(Records from a collection)
=-=-=-=-=

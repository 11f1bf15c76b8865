package main

import (
	"bytes"
	"context"
	"encoding/json"
	"fmt"
	"io"
	"sort"
	"strings"
	"time"

	"google.golang.org/protobuf/encoding/protojson"

	"github.com/pulsefleet/pulsefleet/alarms"
	"github.com/pulsefleet/pulsefleet/internal/attention"
	"github.com/pulsefleet/pulsefleet/internal/participants"
	pb "github.com/pulsefleet/pulsefleet/proto/pulsefleet/v1"
)

func init() {
	register(command{
		name:    "devices",
		summary: "List the devices of one or more running gateways with their live status and the study participant enrolled to each now.",
		run:     runDevices,
	})
}

func runDevices(ctx context.Context, args []string, s stdio) error {
	var cf clientFlags
	fs := newFlagSet("devices", "--gateway ADDR[,ADDR...] [--format table|json]", s.err)
	cf.register(fs)
	format := fs.String("format", "table", "output: table or json")
	stale := fs.Duration("stale", 10*time.Second, "a value older than this, or of an offline device, is not shown as current: the table prints - and its age (the web page: ?stale=S)")
	order := fs.String("order", "attention", "row order: attention (alarms by priority, longest announced first; then technical problems; then the rest) or id")
	if err := parseFlags(fs, args); err != nil {
		return err
	}
	if *stale <= 0 {
		return usagef("--stale %v, want more than 0", *stale)
	}
	if *order != "attention" && *order != "id" {
		return usagef("--order: %q, want attention or id", *order)
	}
	if *format != "table" && *format != "json" {
		return usagef("--format: %q, want table or json", *format)
	}
	addrs, err := cf.addrs()
	if err != nil {
		return err
	}
	devs, err := listDevices(ctx, &cf, addrs)
	if err != nil {
		return err
	}
	now := time.Now()
	if *order == "attention" {
		announced, err := announcedSince(ctx, &cf, addrs)
		if err != nil {
			return err
		}
		orderByAttention(devs, announced, now, *stale)
	}
	ivs, err := remoteEnrolments(ctx, &cf, addrs)
	if err != nil {
		return err
	}
	holders := map[string]string{}
	for _, d := range devs {
		holders[d.GetDeviceId()] = participants.Holder(ivs, d.GetDeviceId(), now.UnixMilli())
	}
	if *format == "json" {
		return writeDevicesJSON(s.out, devs, holders)
	}
	return writeDevicesTable(s.out, devs, holders, now, *stale)
}

// writeDevicesJSON prints the devices as protojson Device objects, each
// with "participant" (the participant enrolled to it now) added when it has
// one. Device has no field of that name, so the key cannot collide.
func writeDevicesJSON(w io.Writer, devs []*pb.Device, holders map[string]string) error {
	arr := make([]json.RawMessage, 0, len(devs))
	for _, d := range devs {
		b, err := protojson.Marshal(d)
		if err != nil {
			return err
		}
		if pid := holders[d.GetDeviceId()]; pid != "" {
			q, _ := json.Marshal(pid)
			b = bytes.TrimSuffix(bytes.TrimSpace(b), []byte("}"))
			if len(bytes.TrimSpace(b)) > 1 {
				b = append(b, ',')
			}
			b = append(append(append(b, `"participant":`...), q...), '}')
		}
		arr = append(arr, b)
	}
	enc := json.NewEncoder(w)
	enc.SetIndent("", "  ")
	return enc.Encode(arr)
}

// listDevices asks every gateway and merges; a device reported by several
// (during a reshard) is kept from the one where it is connected, else the
// most recently seen.
func listDevices(ctx context.Context, cf *clientFlags, addrs []string) ([]*pb.Device, error) {
	byID := map[string]*pb.Device{}
	for _, a := range addrs {
		conn, err := cf.dial(a)
		if err != nil {
			return nil, err
		}
		cctx, cancel := context.WithTimeout(cf.ctx(ctx), 15*time.Second)
		resp, err := pb.NewFleetServiceClient(conn).ListDevices(cctx, &pb.ListDevicesRequest{})
		cancel()
		conn.Close()
		if err != nil {
			return nil, fmt.Errorf("gateway %s: %w", a, err)
		}
		for _, d := range resp.GetDevices() {
			old, ok := byID[d.GetDeviceId()]
			if !ok || fresher(d, old) {
				byID[d.GetDeviceId()] = d
			}
		}
	}
	out := make([]*pb.Device, 0, len(byID))
	for _, d := range byID {
		out = append(out, d)
	}
	sort.Slice(out, func(i, j int) bool { return out[i].GetDeviceId() < out[j].GetDeviceId() })
	return out, nil
}

// fresher reports whether gateway's view d of a device is to be shown
// rather than old: the gateway it streams to, then one that did not see it
// move away (a fleet on etcd), then the latest seen.
func fresher(d, old *pb.Device) bool {
	if d.GetConnected() != old.GetConnected() {
		return d.GetConnected()
	}
	if dm, om := d.GetMovedToGateway() != "", old.GetMovedToGateway() != ""; dm != om {
		return om
	}
	return d.GetLastSeenUnixMs() > old.GetLastSeenUnixMs()
}

func fmtOpt(v *float64, prec int) string {
	if v == nil {
		return "-"
	}
	return fmt.Sprintf("%.*f", prec, *v)
}

// writeDevicesTable prints the devices; holders maps a device to the
// participant enrolled to it now ("-" when none).
func writeDevicesTable(w io.Writer, devs []*pb.Device, holders map[string]string, now time.Time, stale time.Duration) error {
	t := newTable(w, 0, "DEVICE", "PARTICIPANT", "STATE", "MODE", "LAST SEEN", "SpO2 %", "PULSE /min", "PI %", "SQI", "VALUES", "ALARM", "CONDITIONS", "LABELS")
	for _, d := range devs {
		state := "offline"
		switch {
		case d.GetConnected():
			state = "connected"
		case d.GetMovedToGateway() != "":
			state = "moved to " + d.GetMovedToGateway() // its alarms are evaluated there
		}
		seen := "never"
		if ms := d.GetLastSeenUnixMs(); ms > 0 {
			seen = now.Sub(time.UnixMilli(ms)).Round(time.Second).String() + " ago"
		}
		l := d.GetLatest()
		age := "-"
		switch {
		case l == nil:
			l = &pb.TrendPoint{}
		case valueStale(d, now, stale):
			// Never show an old value as current: "-" and its age.
			age = "stale, " + now.Sub(time.UnixMilli(l.GetTimeUnixMs())).Round(time.Second).String() + " old"
			l = &pb.TrendPoint{}
		default:
			age = "current"
		}
		alarm := strings.TrimPrefix(strings.ToLower(d.GetAlarmPriority().String()), "priority_")
		if alarm == "unspecified" {
			alarm = "-"
		}
		var labels []string
		for k, v := range d.GetLabels() {
			labels = append(labels, k+"="+v)
		}
		sort.Strings(labels)
		mode := strings.TrimPrefix(strings.ToLower(d.GetMode().String()), "mode_")
		pid := holders[d.GetDeviceId()]
		if pid == "" {
			pid = "-"
		}
		t.row(d.GetDeviceId(), pid, state, mode, seen,
			fmtOpt(l.Spo2Pct, 1), fmtOpt(l.PulseBpm, 0), fmtOpt(l.PiPct, 2), fmtOpt(l.Sqi, 2), age, alarm,
			conditionLabels(d.GetActiveConditions()), strings.Join(labels, " "))
	}
	return t.flush()
}

// conditionLabels joins the readable labels of conditions (alarms.Label).
func conditionLabels(cs []string) string {
	if len(cs) == 0 {
		return "-"
	}
	out := make([]string, len(cs))
	for i, c := range cs {
		out[i] = alarms.Label(c)
	}
	return strings.Join(out, ", ")
}

// valueStale reports whether a device's latest point must not be shown as
// current (attention.Stale: offline, no value, or older than stale), the
// rule the web page follows too.
func valueStale(d *pb.Device, now time.Time, stale time.Duration) bool {
	return attention.Stale(d, now, stale)
}

// announcedSince returns, per device, when its earliest open alarm episode
// was announced, from every gateway's active episodes.
func announcedSince(ctx context.Context, cf *clientFlags, addrs []string) (map[string]int64, error) {
	out := map[string]int64{}
	for _, a := range addrs {
		conn, err := cf.dial(a)
		if err != nil {
			return nil, err
		}
		cctx, cancel := context.WithTimeout(cf.ctx(ctx), 15*time.Second)
		resp, err := pb.NewFleetServiceClient(conn).ListEpisodes(cctx, &pb.ListEpisodesRequest{ActiveOnly: true})
		cancel()
		conn.Close()
		if err != nil {
			return nil, fmt.Errorf("gateway %s: %w", a, err)
		}
		attention.Announced(resp.GetEpisodes(), out)
	}
	return out, nil
}

// orderByAttention sorts devices by what needs attention (internal/attention,
// the order of the web page's overview too).
func orderByAttention(devs []*pb.Device, announced map[string]int64, now time.Time, stale time.Duration) {
	attention.Order(devs, announced, now, stale)
}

=-=-=-=-=

▶ _Problem to solve_
Tally the lines above that include "format"; give only the tally.

▶ _Finished exercise_
5